Prognostic prediction through biclustering-based classification of clinical gene expression time series.

André V Carreiro1, Orlando Anunciação, João A Carriço, Sara C Madeira.   

Abstract

The constant drive towards a more personalized medicine led to an increasing interest in temporal gene expression analyzes. It is now broadly accepted that considering a temporal perpective represents a great advantage to better understand disease progression and treatment results at a molecular level. In this context, biclustering algorithms emerged as an important tool to discover local expression patterns in biomedical applications, and CCC-Biclustering arose as an efficient algorithm relying on the temporal nature of data to identify all maximal temporal patterns in gene expression time series. In this work, CCC-Biclustering was integrated in new biclustering-based classifiers for prognostic prediction.
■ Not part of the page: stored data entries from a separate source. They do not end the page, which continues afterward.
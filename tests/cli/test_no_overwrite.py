"""Nothing the user has is replaced: files that appear after a check, foreign folders, read-only logs."""

from __future__ import annotations

import numpy as np
import pytest
import soundfile as sf

FS = 48000


@pytest.fixture(autouse=True)
def _isolated(tmp_path, monkeypatch):
    monkeypatch.setenv("BENCHFIT_LOG", str(tmp_path / "default_log.sqlite"))
    monkeypatch.setenv("BENCHFIT_CONFIG_DIR", str(tmp_path / "config"))


@pytest.fixture
def two_channel(tmp_path):
    t = np.arange(FS // 2) / FS
    square = np.where((t * 50) % 1 < 0.5, 0.8, -0.8)
    sine = 0.5 * np.sin(2 * np.pi * 50 * t)
    path = tmp_path / "HC-03_two.wav"
    sf.write(path, np.stack([square, sine], axis=1), FS, subtype="PCM_24")
    return path


def test_fit_plot_keeps_a_file_made_while_the_fit_ran(run, two_channel, tmp_path, monkeypatch):
    """The up-front 'file exists' check passes; the file appears while the figure is drawn; the write
    (hard link of a finished temporary file, POSIX link(2) fails with EEXIST) keeps it."""
    import benchfit.report.figures as figures

    fig = tmp_path / "hc03_fit.svg"
    real = figures.fit_svg

    def racing_fit_svg(result):
        fig.write_text("<svg>another program's figure</svg>\n", encoding="utf-8")
        return real(result)

    monkeypatch.setattr(figures, "fit_svg", racing_fit_svg)
    r = run("fit", str(two_channel), "--plot", str(fig), "--json")
    assert r.returncode == 2 and r.stdout == ""
    assert r.stderr.strip() == (f"error: {fig}: file exists (it appeared while the figure was drawn) — choose "
                                "another --plot or add --overwrite")
    assert fig.read_text(encoding="utf-8") == "<svg>another program's figure</svg>\n"
    assert [p.name for p in tmp_path.iterdir() if p.name.startswith(".")] == []  # no temporary left


def test_save_figure_png_exclusive_and_overwrite(tmp_path):
    from benchfit.capture.capture import Capture
    from benchfit.errors import BenchfitError
    from benchfit.report.figures import save_figure, waveform_svg

    svg = waveform_svg(Capture(np.sin(np.arange(4800) / 20), FS))
    png = tmp_path / "wave.png"
    png.write_bytes(b"keep")
    with pytest.raises(BenchfitError, match="file exists"):
        save_figure(svg, png, overwrite=False)
    assert png.read_bytes() == b"keep"
    save_figure(svg, png)  # the library default replaces, as before
    assert png.read_bytes()[:8] == b"\x89PNG\r\n\x1a\n"  # the PNG signature (PNG spec, ISO/IEC 15948 5.2)


def test_demo_refuses_a_folder_holding_other_files(run, tmp_path):
    out = tmp_path / "projects"
    out.mkdir()
    (out / "notes.txt").write_text("my notes\n", encoding="utf-8")
    r = run("demo", "--out", str(out))
    assert r.returncode == 2
    assert r.stderr.strip() == (f"error: {out}: the folder holds files the demo did not make — give --out a "
                                "new or empty folder")
    assert sorted(p.name for p in out.iterdir()) == ["notes.txt"]
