def _fit_coupling(x: np.ndarray, sample_rate: float, edges: _Edges) -> CouplingFit | None:
    if edges.k50.size < 3:
        return None
    start = edges.k50[:-1] + 1
    stop = edges.k50[1:] + 1
    trim = np.maximum(3, ((stop - start) * 0.10).astype(np.int64))
    a, b = start + trim, stop - trim
    ok = (b - a) >= 8
    a, b = a[ok], b[ok]
    if a.size < 2:
        return None
    span = _whole_period_span(edges, x.size)
    first = int(edges.k50[edges.rising][0]) + 1 if np.any(edges.rising) else 0
    m = float(np.mean(x[first:first + span])) if span < x.size else float(np.mean(x))
    # work on a regular subset of the flats' samples (enough for 1/τ; keeps long records fast)
    step = max(1, int(math.ceil(float(np.sum(b - a)) / _COUPLING_SAMPLES)))
    a_d = -(-a // step)  # first multiple of step at or after a
    b_d = -(-b // step)
    keep = (b_d - a_d) >= 3
    if np.count_nonzero(keep) < 2:
        return None
    a_d, b_d = a_d[keep], b_d[keep]
    lengths = b_d - a_d
    # indices of every (subset) sample inside the trimmed flats, and the flat each belongs to
    lab = np.repeat(np.arange(a_d.size), lengths)
    offsets = np.arange(lab.size) - np.repeat(np.cumsum(lengths) - lengths, lengths)
    idx = (a_d[lab] + offsets) * step
    # ∫(x − m) dt (trapezoidal, 0 at the first sample; see _integral) at those samples only: the
    # record's running sum at idx, the mean and the trapezoid's half end-samples taken out there
    x_idx = x[idx]
    ys = x_idx - m
    ss = (_running_sum_at(x, idx, x_idx) - m * (idx + 1) - 0.5 * (ys + (x[0] - m))) / sample_rate
    ym = np.bincount(lab, ys) / lengths
    sm = np.bincount(lab, ss) / lengths
    yt = ys - ym[lab]
    st = ss - sm[lab]
    sxx = float(st @ st)
    if sxx <= 0:
        return None
    beta = -float(yt @ st) / sxx
    resid = yt + beta * st
    dof = max(ys.size - a_d.size - 1, 1)
    u_beta = math.sqrt(float(resid @ resid) / dof / sxx)
    if not beta > 0 or (u_beta > 0 and beta < _DROOP_SIGNIFICANCE * u_beta):
        return None
    tau = 1.0 / beta
    t_flat = float(np.mean(stop - start)) / sample_rate
    return CouplingFit(tau_s=tau, tau_u_s=u_beta / beta ** 2,
                       droop_pct=100.0 * (1.0 - math.exp(-t_flat / tau)), n_segments=int(a.size))


def _running_sum_at(x: np.ndarray, idx: np.ndarray, x_idx: np.ndarray) -> np.ndarray:
    """``np.cumsum(x)[idx]`` for strictly increasing ``idx`` (``x_idx`` = ``x[idx]``), without the
    record-long running sum: the sums between consecutive indices (one read of the record, no
    record-long array written), accumulated over the indices only."""
    between = np.add.reduceat(x, idx)[:-1]  # x[idx[j]] + … + x[idx[j+1] − 1]
    out = np.empty(idx.size)
    out[0] = 0.0
    np.cumsum(between, out=out[1:])
    out += float(np.sum(x[:idx[0]]))  # now the sums up to idx[j] − 1
    out += x_idx
    return out


def estimate_coupling_tau(x: np.ndarray, sample_rate: float) -> float | None:
    """AC-coupling time constant (s) from a recorded square wave, or None when none is seen.

    A convenience over :func:`fit_coupling` for calibration: feed a recording of a clean,
    DC-coupled square wave (tens of Hz, well below the card's corner is best) taken through
    the input to be characterised.
    """
    fit = fit_coupling(x, sample_rate)
    return None if fit is None else fit.tau_s


def _mean_u(v: np.ndarray) -> tuple[float | None, float | None]:
    v = v[np.isfinite(v)]
    if v.size == 0:
        return None, None
    u = float(np.std(v, ddof=1) / math.sqrt(v.size)) if v.size > 1 else None
    return float(np.mean(v)), u


def edge_period(rising: np.ndarray, falling: np.ndarray) -> tuple[float, float] | None:
    """(T, u(T)) of :func:`edge_line` (in samples), or None."""
    line = edge_line(rising, falling)
    return None if line is None else (line[0], line[1])


def edge_line(rising: np.ndarray, falling: np.ndarray) -> tuple[float, float, float, float, float] | None:
    """Period from the 50 % instants of a two-level wave, with its standard uncertainty.

    Fits ``t = a_rise·[rising] + a_fall·[falling] + T·j`` by least squares, j being the cycle
    index of each instant: the IEEE 181 period (interval between same-polarity 50 % instants)
    estimated from every edge at once. The uncertainty comes from the residual scatter, so it
    includes edge jitter and the sampling grid's quantisation of sharp edges, which a harmonic
    model of a square cannot see. Instants in samples; returns (T, u(T), c, u(c), j_c) in
    samples, or None with fewer than 2 rising and 2 falling instants (no residual degree of
    freedom). ``c`` is the fitted time of rising edge number ``j_c`` (a fractional cycle index
    counted from the first rising instant), chosen so that ``c`` and ``T`` are uncorrelated:
    j_c = −cov(a_rise, T)/var(T). A long record measured in blocks chains these centres.
    """
    rising = np.asarray(rising, dtype=float)
    falling = np.asarray(falling, dtype=float)
    if rising.size < 2 or falling.size < 2 or rising.size + falling.size < 5:
        return None
    t = np.concatenate([rising, falling])
    d = np.zeros((t.size, 3))
    d[:rising.size, 0] = 1.0
    d[rising.size:, 1] = 1.0
    d[:rising.size, 2] = np.arange(rising.size)
    d[rising.size:, 2] = np.arange(falling.size)
    beta, *_ = np.linalg.lstsq(d, t, rcond=None)
    resid = t - d @ beta
    dof = t.size - 3
    s2 = float(resid @ resid) / dof
    cov = s2 * np.linalg.inv(d.T @ d)
    var_t = max(float(cov[2, 2]), 0.0)
    j_c = -float(cov[0, 2]) / var_t if var_t > 0 else 0.5 * (rising.size - 1)
    c = float(beta[0]) + float(beta[2]) * j_c
    var_c = float(cov[0, 0]) + 2.0 * j_c * float(cov[0, 2]) + j_c * j_c * var_t
    return float(beta[2]), math.sqrt(var_t), c, math.sqrt(max(var_c, 0.0)), j_c
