"""Nothing the user has is replaced: files that appear after a check, foreign folders, read-only logs."""

from __future__ import annotations

import numpy as np
import pytest
import soundfile as sf

FS = 48000


@pytest.fixture(autouse=True)
def _isolated(tmp_path, monkeypatch):
    monkeypatch.setenv("BENCHFIT_LOG", str(tmp_path / "default_log.sqlite"))
    monkeypatch.setenv("BENCHFIT_CONFIG_DIR", str(tmp_path / "config"))


@pytest.fixture
def two_channel(tmp_path):
    t = np.arange(FS // 2) / FS
    square = np.where((t * 50) % 1 < 0.5, 0.8, -0.8)
    sine = 0.5 * np.sin(2 * np.pi * 50 * t)
    path = tmp_path / "HC-03_two.wav"
    sf.write(path, np.stack([square, sine], axis=1), FS, subtype="PCM_24")
    return path


def test_fit_plot_keeps_a_file_made_while_the_fit_ran(run, two_channel, tmp_path, monkeypatch):
    """The up-front 'file exists' check passes; the file appears while the figure is drawn; the write
    (hard link of a finished temporary file, POSIX link(2) fails with EEXIST) keeps it."""
    import benchfit.report.figures as figures

    fig = tmp_path / "hc03_fit.svg"
    real = figures.fit_svg

    def racing_fit_svg(result, **kwargs):
        fig.write_text("<svg>another program's figure</svg>\n", encoding="utf-8")
        return real(result, **kwargs)

    monkeypatch.setattr(figures, "fit_svg", racing_fit_svg)
    r = run("fit", str(two_channel), "--plot", str(fig), "--json")
    assert r.returncode == 2 and r.stdout == ""
    assert r.stderr.strip() == (f"error: {fig}: file exists (it appeared while the figure was drawn) — choose "
                                "another path or add --overwrite")
    assert fig.read_text(encoding="utf-8") == "<svg>another program's figure</svg>\n"
    assert [p.name for p in tmp_path.iterdir() if p.name.startswith(".")] == []  # no temporary left


def test_save_figure_png_exclusive_and_overwrite(tmp_path):
    from benchfit.capture.capture import Capture
    from benchfit.errors import BenchfitError
    from benchfit.report.figures import save_figure, waveform_svg

    svg = waveform_svg(Capture(np.sin(np.arange(4800) / 20), FS))
    png = tmp_path / "wave.png"
    png.write_bytes(b"keep")
    with pytest.raises(BenchfitError, match="file exists"):
        save_figure(svg, png, overwrite=False)
    assert png.read_bytes() == b"keep"
    save_figure(svg, png)  # the library default replaces, as before
    assert png.read_bytes()[:8] == b"\x89PNG\r\n\x1a\n"  # the PNG signature (PNG spec, ISO/IEC 15948 5.2)


def test_demo_refuses_a_folder_holding_other_files(run, tmp_path):
    out = tmp_path / "projects"
    out.mkdir()
    (out / "notes.txt").write_text("my notes\n", encoding="utf-8")
    r = run("demo", "--out", str(out))
    assert r.returncode == 2
    assert r.stderr.strip() == (f"error: {out}: the folder holds files the demo did not make — give --out a "
                                "new or empty folder")
    assert sorted(p.name for p in out.iterdir()) == ["notes.txt"]


# --- the log: checked before report files are written, explained when it fails -------------------

SPEC = """\
[spec]
name = "hum-check box"
decision_rule = "guard-banded"

[[limit]]
quantity = "frequency_hz"
nominal = 50.0
tolerance = 0.25
"""


@pytest.fixture
def unit_files(tmp_path):
    t = np.arange(FS // 4) / FS
    wav = tmp_path / "HC-02.wav"
    sf.write(wav, 0.5 * np.sin(2 * np.pi * 50 * t), FS, subtype="PCM_24")
    spec = tmp_path / "hc_spec.toml"
    spec.write_text(SPEC, encoding="utf-8")
    return wav, spec


def _runs(log) -> int:
    import sqlite3

    with sqlite3.connect(log) as db:
        return db.execute("SELECT COUNT(*) FROM runs").fetchone()[0]


def test_report_to_a_log_that_cannot_be_written_writes_nothing(run, unit_files, tmp_path, monkeypatch):
    """The log file refuses to open for writing (as for chattr +i, a read-only mount, or mode 0444 for
    a normal user: open(2) fails with EPERM/EROFS/EACCES): the report stops before writing files."""
    import os

    wav, spec = unit_files
    log = tmp_path / "log.sqlite"
    assert run("measure", str(wav), "--log", str(log), "--json").returncode == 0
    real_open = os.open

    def refusing_open(path, flags, *args, **kwargs):
        if str(path) == str(log) and flags & (os.O_RDWR | os.O_WRONLY):
            raise PermissionError(1, "Operation not permitted", str(path))
        return real_open(path, flags, *args, **kwargs)

    monkeypatch.setattr(os, "open", refusing_open)
    out = tmp_path / "reports"
    r = run("report", str(wav), "--spec", str(spec), "--unit", "HC-02", "--log", str(log), "--out", str(out))
    assert r.returncode == 2 and r.stdout == ""
    assert r.stderr.strip() == (f"error: {log}: the log file cannot be opened for writing (Operation not "
                                "permitted) — make the log and its folder writable, give another --log, or use "
                                "--no-log; nothing was written")
    assert not out.exists() and _runs(log) == 1


def test_report_rolls_its_files_back_when_the_log_refuses_the_run(run, unit_files, tmp_path, monkeypatch):
    """A full disk found only at the append: SQLite says "database or disk is full" (SQLITE_FULL, sqlite.org
    rescode.html); the error names it, and the report files made for the run are removed."""
    import sqlite3

    import benchfit.log.store as store
    from benchfit.errors import LogError

    def full_disk(db_path, **entry):
        try:
            raise sqlite3.OperationalError("database or disk is full")
        except sqlite3.OperationalError as e:
            raise LogError(f"{db_path}: cannot write the run ({e}) — another program holds the log; try again") from e

    monkeypatch.setattr(store, "append_run", full_disk)
    wav, spec = unit_files
    log, out = tmp_path / "log.sqlite", tmp_path / "reports"
    r = run("report", str(wav), "--spec", str(spec), "--unit", "HC-02", "--log", str(log), "--out", str(out))
    assert r.returncode == 2
    line = r.stderr.strip()
    assert line.startswith(f"error: {log}: the disk is full (No space left on device) — free some space")
    assert "another program" not in line and "its report files were removed: HC-02_" in line
    assert list(out.iterdir()) == []


def _immutable(path, on: bool) -> bool:
    import subprocess

    res = subprocess.run(["chattr", "+i" if on else "-i", str(path)], capture_output=True)
    return res.returncode == 0


def test_a_read_only_log_is_still_readable(run, unit_files, tmp_path):
    """A WAL log whose folder cannot be written (SQLite needs the -shm file beside it, sqlite.org wal.html
    "Read-Only Databases") is read from a snapshot copy; errors still name the log itself."""
    wav, _ = unit_files
    folder = tmp_path / "archive"
    folder.mkdir()
    log = folder / "log.sqlite"
    assert run("measure", str(wav), "--log", str(log), "--json").returncode == 0
    if not (_immutable(log, True) and _immutable(folder, True)):
        _immutable(log, False)
        pytest.skip("chattr +i is not permitted here (needs CAP_LINUX_IMMUTABLE)")
    try:
        for argv in (["log", "list"], ["log", "show", "1"], ["log", "export"], ["log", "stats", "frequency_hz"]):
            r = run(*argv, "--log", str(log))
            assert r.returncode == 0, (argv, r.stderr)
        assert "HC-02.wav" in run("log", "show", "1", "--log", str(log)).stdout
        r = run("log", "show", "9", "--log", str(log))
        assert r.returncode == 2 and f"no such run in {log} — " in r.stderr
        r = run("measure", str(wav), "--log", str(log))
        assert r.returncode == 2 and "error: " in r.stderr
    finally:
        _immutable(folder, False)
        _immutable(log, False)


def test_ctrl_c_during_a_report_batch_stops_at_once_and_keeps_log_and_files_consistent(unit_files, tmp_path):
    """SIGINT after the first unit is logged: exit 130 (128 + SIGINT, POSIX XCU 2.8.2) within seconds
    (the workers are terminated, not left to finish), and every report file in --out is in the log."""
    import json
    import os
    import signal
    import subprocess
    import sys
    import time

    wav, spec = unit_files
    batch = tmp_path / "batch"
    batch.mkdir()
    for i in range(1, 13):
        (batch / f"HC-{i:02d}.wav").write_bytes(wav.read_bytes())
    out, log = tmp_path / "reports", tmp_path / "batch_log.sqlite"
    env = dict(os.environ, BENCHFIT_LOG=str(tmp_path / "unused.sqlite"))
    proc = subprocess.Popen([sys.executable, "-m", "benchfit", "report", str(batch), "--each", "--jobs", "2",
                             "--spec", str(spec), "--out", str(out), "--log", str(log), "--json"],
                            stdout=subprocess.PIPE, stderr=subprocess.PIPE, text=True, env=env)
    first = proc.stdout.readline()
    assert first, proc.stderr.read()
    t0 = time.monotonic()
    proc.send_signal(signal.SIGINT)
    proc.wait(timeout=60)
    stopped = time.monotonic() - t0
    # read through the same buffered pipe as the first line: communicate() reads the raw pipe and
    # would lose a second line that readline() had already buffered (a dozen short lines: no
    # pipe fills while waiting)
    rest, err = proc.stdout.read(), proc.stderr.read()
    assert proc.returncode == 130, err
    assert "Traceback" not in err
    # the 12-unit batch takes ~10 s on the development machine; 5 s only catches a batch left running
    assert stopped < 5.0
    from benchfit.log.store import get_run, list_runs

    logged = {get_run(log, r["id"])["details"]["html"] for r in list_runs(log)}
    printed = [json.loads(ln) for ln in (first + rest).splitlines()]
    assert {p["html"] for p in printed} == logged and len(logged) < 12
    files = sorted(p.name for p in out.iterdir())  # no staging folder left, no unlogged report
    assert files == sorted([os.path.basename(h) for h in logged] + [os.path.basename(h)[:-5] + ".json"
                                                                    for h in logged])


def test_measure_logs_only_what_it_printed(unit_files, tmp_path):
    """The reader of stdout goes away (a closed pipe, EPIPE): the result was never shown, so it is not
    logged either; with the pipe open the same command logs one run."""
    import os
    import subprocess
    import sys

    wav, _ = unit_files
    log = tmp_path / "log.sqlite"
    env = dict(os.environ, BENCHFIT_LOG=str(tmp_path / "unused.sqlite"), COLUMNS="200")
    cmd = [sys.executable, "-m", "benchfit", "measure", str(wav), "--log", str(log)]
    proc = subprocess.Popen(cmd, stdout=subprocess.PIPE, stderr=subprocess.PIPE, env=env)
    proc.stdout.close()  # nobody reads the result
    err = proc.stderr.read().decode()
    proc.wait(timeout=60)
    assert proc.returncode != 0 and "Traceback" not in err, err
    assert not log.exists() or _runs(log) == 0
    res = subprocess.run(cmd, capture_output=True, text=True, env=env, timeout=60)
    assert res.returncode == 0 and f"logged as run 1 in {log}" in res.stdout and _runs(log) == 1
As case study we analyzed multiple gene expression time series in order to classify the response of Multiple Sclerosis patients to the standard treatment with Interferon-β, to which nearly half of the patients reveal a negative response. In this scenario, using an effective predictive model of a patient's response would avoid useless and possibly harmful therapies for the non-responder group. The results revealed interesting potentialities to be further explored in classification problems involving other (clinical) time series. Copyright 2011 The Author(s). Published by Journal of Integrative Bioinformatics.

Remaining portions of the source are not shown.